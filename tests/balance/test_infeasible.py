"""Rules that cannot hold together are named in the league's words (InfeasibleError.conflicts).

The contradictions are theorems: de Werra 1981 (Annals of Discrete Math. 11:381-395): an even
single round robin needs n-2 breaks, so runs of at most one home and one away game (no break at
all) cannot hold; "no break in rounds 2..n-1" is the same demand. The others are counting facts
(one team, one game per round; a shared ground hosts one of its teams a day)."""

from __future__ import annotations

from datetime import date

import pytest

from scheduler.config.model import CalendarSpec, FixedFixture, Rules, TeamDates
from scheduler.errors import InfeasibleError
from scheduler.plan import plan_season

from .helpers import league


def _conflicts(lg) -> list[str]:
    with pytest.raises(InfeasibleError) as info:
        plan_season(lg, time_limit=4)
    return info.value.conflicts


def test_runs_of_one_contradict_de_werra():
    # Even one of the two suffices: with no two away games in a row, the n/2 teams away in a
    # round are all at home in the next, so every team alternates (0 breaks) - against de Werra.
    # The reported set is minimal (deletion filter), so it names one of them.
    conflicts = _conflicts(league(6, rules=Rules(max_home_run=1, max_away_run=1)))
    assert len(conflicts) == 1
    assert conflicts[0] in {"max_home_run = 1 for every team", "max_away_run = 1 for every team"}


def test_home_run_of_one_alone_is_named():
    conflicts = _conflicts(league(8, rules=Rules(max_home_run=1, max_away_run=3)))
    assert conflicts == ["max_home_run = 1 for every team"]


def test_no_breaks_anywhere_contradicts_de_werra():
    # SRR of 6 teams has rounds 1..5: no break in rounds 2..5 means no break at all
    lg = league(6, rules=Rules(no_breaks_first=4, max_home_run=3))
    conflicts = _conflicts(lg)
    assert conflicts == ["no_breaks_first = 4 (no break in rounds 2..5)"]


def test_two_fixed_games_of_one_team_in_one_round():
    lg = league(6, rules=Rules(fixed=(
        FixedFixture("Alder Vale", "Brook Farm", round=2),
        FixedFixture("Cobble Hill", "Alder Vale", round=2),
        FixedFixture("Dunmere", "Elm Quay", round=3))))
    conflicts = _conflicts(lg)
    assert set(conflicts) == {"fixed: Alder Vale v Brook Farm in round 2",
                              "fixed: Cobble Hill v Alder Vale in round 2"}


def test_shared_ground_with_two_fixed_home_games_on_one_day():
    lg = league(8, rules=Rules(
        shared_grounds=(("Alder Vale", "Brook Farm"),),
        fixed=(FixedFixture("Alder Vale", "Cobble Hill", round=3),
               FixedFixture("Brook Farm", "Dunmere", round=3),
               FixedFixture("Elm Quay", "Fernwick", round=5))))
    conflicts = _conflicts(lg)
    assert set(conflicts) == {
        "shared ground: at most one of Alder Vale, Brook Farm at home on a match day",
        "fixed: Alder Vale v Cobble Hill in round 3",
        "fixed: Brook Farm v Dunmere in round 3"}


def test_no_home_date_against_a_fixed_home_date():
    day = date(2027, 1, 16)
    lg = league(6, calendar=CalendarSpec(start=date(2027, 1, 2), end=date(2027, 3, 31)),
                rules=Rules(no_home_games=(TeamDates("Harbour Town", (day,)),)))
    lg = league(8, calendar=lg.calendar, rules=Rules(
        no_home_games=(TeamDates("Harbour Town", (day,)),),
        fixed=(FixedFixture("Harbour Town", "Alder Vale", date=day),)))
    conflicts = _conflicts(lg)
    assert set(conflicts) == {"Harbour Town cannot play at home on 2027-01-16",
                              "fixed: Harbour Town v Alder Vale on 2027-01-16"}


def test_too_many_unavailable_dates_for_the_calendar():
    # 6 teams, 5 rounds, 6 Saturdays offered, two of them blocked for an even league
    cal = CalendarSpec(start=date(2027, 1, 2), end=date(2027, 2, 6))
    lg = league(6, calendar=cal, rules=Rules(unavailable=(
        TeamDates("Alder Vale", (date(2027, 1, 9),)),
        TeamDates("Brook Farm", (date(2027, 1, 23),)))))
    conflicts = _conflicts(lg)
    assert set(conflicts) == {"Alder Vale is unavailable on 2027-01-09",
                              "Brook Farm is unavailable on 2027-01-23"}


def test_min_separation_against_english_scheme():
    # docs/leg-schemes.md: the English scheme plays the pairs of round n-1 again in round n
    conflicts = _conflicts(league(6, legs=2, scheme="english", rules=Rules(min_separation=1)))
    assert len(conflicts) == 1 and conflicts[0].startswith("min_separation = 1")


def test_message_is_plain_words():
    with pytest.raises(InfeasibleError) as info:
        plan_season(league(6, rules=Rules(max_home_run=1, max_away_run=1)), time_limit=4)
    text = str(info.value)
    assert "for every team" in text and "Traceback" not in text
    assert "round pairings of" in text
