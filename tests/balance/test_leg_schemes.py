"""The leg-scheme module against an exhaustive search (``docs/leg-schemes.md``).

For 3 to 6 teams every single round robin is enumerated up to relabelling the teams: the one
one-factorization of K_4 and of K_6 (unique up to isomorphism: W. D. Wallis,
*One-Factorizations*, Kluwer 1997, from memory; checked below by counting the labelled ones,
1 for K_4 and 6 = 720/120 for K_6), every order of its rounds and every choice of venues. Each
leg scheme then extends leg 1 to 2 or 3 legs with :func:`scheduler.leg_schemes.leg_maps` and
:func:`~scheduler.leg_schemes.flipped`; breaks are counted from the definition (two home or two
away games in a row, byes skipped). The least total found must equal
:func:`~scheduler.leg_schemes.break_lower_bound` where the docs prove the bound tight, and be at
least the bound everywhere.
"""

from __future__ import annotations

import itertools

import numpy as np
import pytest

from scheduler.leg_schemes import (
    FIXED_SCHEMES,
    break_lower_bound,
    flipped,
    least_separation,
    leg_maps,
    separations,
    sigma,
)


def _all_factorizations(n: int) -> list[tuple[tuple[tuple[int, int], ...], ...]]:
    """Every labelled one-factorization of K_n (plain backtracking over perfect matchings)."""
    edges = [(a, b) for a in range(n) for b in range(a + 1, n)]

    def matchings(free: tuple[int, ...], used: frozenset) -> list[tuple[tuple[int, int], ...]]:
        if not free:
            return [()]
        a, rest = free[0], free[1:]
        out = []
        for b in rest:
            if (a, b) in used:
                continue
            left = tuple(x for x in rest if x != b)
            out += [((a, b), *m) for m in matchings(left, used)]
        return out

    found = []

    def extend(rounds, used):
        if len(used) == len(edges):
            found.append(tuple(rounds))
            return
        # the round holding the smallest unused edge comes next (each factorization once)
        first = next(e for e in edges if e not in used)
        for m in matchings(tuple(range(n)), used):
            if first in m:
                extend([*rounds, m], used | set(m))

    extend([], frozenset())
    return found


def test_factorization_counts_from_the_definition():
    """K_4 has 1 labelled one-factorization, K_6 has 6 (6!/|Aut| = 720/120; OEIS A000438 gives
    the isomorphism classes 1, 1, 1, 6, 396 for n = 2..10 and A000438's companion of labelled
    counts 1, 1, 6, 6240 for n = 2, 4, 6, 8, from memory)."""
    assert len(_all_factorizations(4)) == 1
    assert len(_all_factorizations(6)) == 6


def _least_breaks(teams: int, legs: int) -> dict[str, int]:
    """Least total breaks per scheme over every timetable of ``teams`` teams in ``legs`` legs."""
    n = teams + teams % 2
    bye = n - 1 if teams % 2 else None
    base = _all_factorizations(n)[0]
    games = [g for rnd in base for g in rnd if bye not in g]
    rounds = n - 1
    choices = np.arange(1 << (len(games) - 1), dtype=np.int64)  # game 0 fixed: global flip
    bits = ((choices[:, None] >> np.arange(len(games) - 1)) & 1).astype(np.int8)
    bits = np.concatenate([np.zeros((len(choices), 1), dtype=np.int8), bits], axis=1)
    round_of = {g: r for r, rnd in enumerate(base) for g in rnd}
    best: dict[str, int] = {}
    for order in itertools.permutations(range(rounds)):
        position = {r: p for p, r in enumerate(order)}
        venue = np.zeros((len(choices), rounds, teams), dtype=np.int8)  # 0 = bye
        for g, (a, b) in enumerate(games):
            p = position[round_of[(a, b)]]
            venue[:, p, a] = np.where(bits[:, g], -1, 1)
            venue[:, p, b] = np.where(bits[:, g], 1, -1)
        for scheme in FIXED_SCHEMES:
            maps = leg_maps(scheme, legs, rounds)
            season = np.concatenate(
                [(-1 if flipped(leg) else 1) * venue[:, list(maps[leg])] for leg in range(legs)],
                axis=1)
            total = np.zeros(len(choices), dtype=np.int64)
            for t in range(teams):
                seq = season[:, :, t]
                seq = seq[:, seq[0] != 0] if bye is not None else seq  # byes sit in fixed places
                total += (seq[:, 1:] == seq[:, :-1]).sum(axis=1)
            best[scheme] = min(best.get(scheme, 10**9), int(total.min()))
    return best


@pytest.mark.slow
@pytest.mark.parametrize(("teams", "legs"), [(3, 2), (3, 3), (4, 1), (4, 2), (4, 3), (5, 2),
                                             (5, 3), (6, 2), (6, 3)])
def test_break_bounds_against_exhaustive_search(teams, legs):
    best = _least_breaks(teams, legs)
    for scheme in FIXED_SCHEMES:
        bound = break_lower_bound(teams, legs, scheme if legs > 1 else "single").value
        assert bound <= best[scheme], (scheme, bound, best[scheme])
        tight = (scheme == "mirrored" or legs <= 2) if teams % 2 == 0 else scheme == "mirrored"
        if tight:
            assert bound == best[scheme], (scheme, bound, best[scheme])


def test_mirrored_three_legs_bound_is_the_derived_one():
    """(n-2)(2L-1), not L(n-2): 6 teams, 3 legs -> 20 (docs/leg-schemes.md, section 3)."""
    assert break_lower_bound(6, 3, "mirrored").value == 20
    assert break_lower_bound(6, 3, "free").value == 12


def test_index_maps_from_the_definitions():
    """Goossens & Spieksma 2012 (from memory): French leg 2 = rounds 2..R, 1; English R, 1..R-1."""
    r = 5
    assert leg_maps("french", 2, r)[1] == (1, 2, 3, 4, 0)
    assert leg_maps("english", 2, r)[1] == (4, 0, 1, 2, 3)
    assert leg_maps("inverted", 2, r)[1] == (4, 3, 2, 1, 0)
    for scheme in FIXED_SCHEMES:
        maps = leg_maps(scheme, 4, r)
        assert all(sorted(m) == list(range(r)) for m in maps)
        # leg l+1 follows leg l by sigma
        step = sigma(scheme, r)
        for a, b in itertools.pairwise(maps):
            assert b == tuple(a[step[s]] for s in range(r))


def test_separations_from_the_definition():
    """Rounds strictly between consecutive meetings, counted on an explicit season."""
    r = 7
    for scheme in FIXED_SCHEMES:
        for legs in (2, 3):
            maps = leg_maps(scheme, legs, r)
            season = [p for m in maps for p in m]  # leg-1 position played in each season round
            expect = []
            for p in range(r):
                when = [s for s, q in enumerate(season) if q == p]
                expect.append(min(y - x - 1 for x, y in itertools.pairwise(when)))
            assert separations(scheme, legs, r) == tuple(expect)
            assert least_separation(scheme, legs, r) == min(expect)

__________

From the records above, transcribe without alteration every line from the one with "total = np.zeros(len(choices), dtype=np.int64)" to the one with "(4, 0, 1, 2, 3)", inclusive.

            total = np.zeros(len(choices), dtype=np.int64)
            for t in range(teams):
                seq = season[:, :, t]
                seq = seq[:, seq[0] != 0] if bye is not None else seq  # byes sit in fixed places
                total += (seq[:, 1:] == seq[:, :-1]).sum(axis=1)
            best[scheme] = min(best.get(scheme, 10**9), int(total.min()))
    return best


@pytest.mark.slow
@pytest.mark.parametrize(("teams", "legs"), [(3, 2), (3, 3), (4, 1), (4, 2), (4, 3), (5, 2),
                                             (5, 3), (6, 2), (6, 3)])
def test_break_bounds_against_exhaustive_search(teams, legs):
    best = _least_breaks(teams, legs)
    for scheme in FIXED_SCHEMES:
        bound = break_lower_bound(teams, legs, scheme if legs > 1 else "single").value
        assert bound <= best[scheme], (scheme, bound, best[scheme])
        tight = (scheme == "mirrored" or legs <= 2) if teams % 2 == 0 else scheme == "mirrored"
        if tight:
            assert bound == best[scheme], (scheme, bound, best[scheme])


def test_mirrored_three_legs_bound_is_the_derived_one():
    """(n-2)(2L-1), not L(n-2): 6 teams, 3 legs -> 20 (docs/leg-schemes.md, section 3)."""
    assert break_lower_bound(6, 3, "mirrored").value == 20
    assert break_lower_bound(6, 3, "free").value == 12


def test_index_maps_from_the_definitions():
    """Goossens & Spieksma 2012 (from memory): French leg 2 = rounds 2..R, 1; English R, 1..R-1."""
    r = 5
    assert leg_maps("french", 2, r)[1] == (1, 2, 3, 4, 0)
    assert leg_maps("english", 2, r)[1] == (4, 0, 1, 2, 3)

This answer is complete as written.